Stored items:
------------------------------------------------------------
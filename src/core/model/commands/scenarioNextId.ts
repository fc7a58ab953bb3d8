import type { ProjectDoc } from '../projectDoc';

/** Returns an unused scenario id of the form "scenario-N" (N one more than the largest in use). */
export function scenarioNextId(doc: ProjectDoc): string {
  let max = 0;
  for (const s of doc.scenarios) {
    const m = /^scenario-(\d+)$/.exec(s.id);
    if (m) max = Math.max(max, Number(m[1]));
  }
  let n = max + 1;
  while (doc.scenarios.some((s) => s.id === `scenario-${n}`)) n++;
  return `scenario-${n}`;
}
------------------------------------------------------------
Aim of the exercise: Faithfully reproduce all of the records, character for character.

Task solution:
filename src/core/model/commands/scenarioNextId.ts
repository fc7a58ab953bb3d8
import type { ProjectDoc } from '../projectDoc';

/** Returns an unused scenario id of the form "scenario-N" (N one more than the largest in use). */
export function scenarioNextId(doc: ProjectDoc): string {
  let max = 0;
  for (const s of doc.scenarios) {
    const m = /^scenario-(\d+)$/.exec(s.id);
    if (m) max = Math.max(max, Number(m[1]));
  }
  let n = max + 1;
  while (doc.scenarios.some((s) => s.id === `scenario-${n}`)) n++;
  return `scenario-${n}`;
}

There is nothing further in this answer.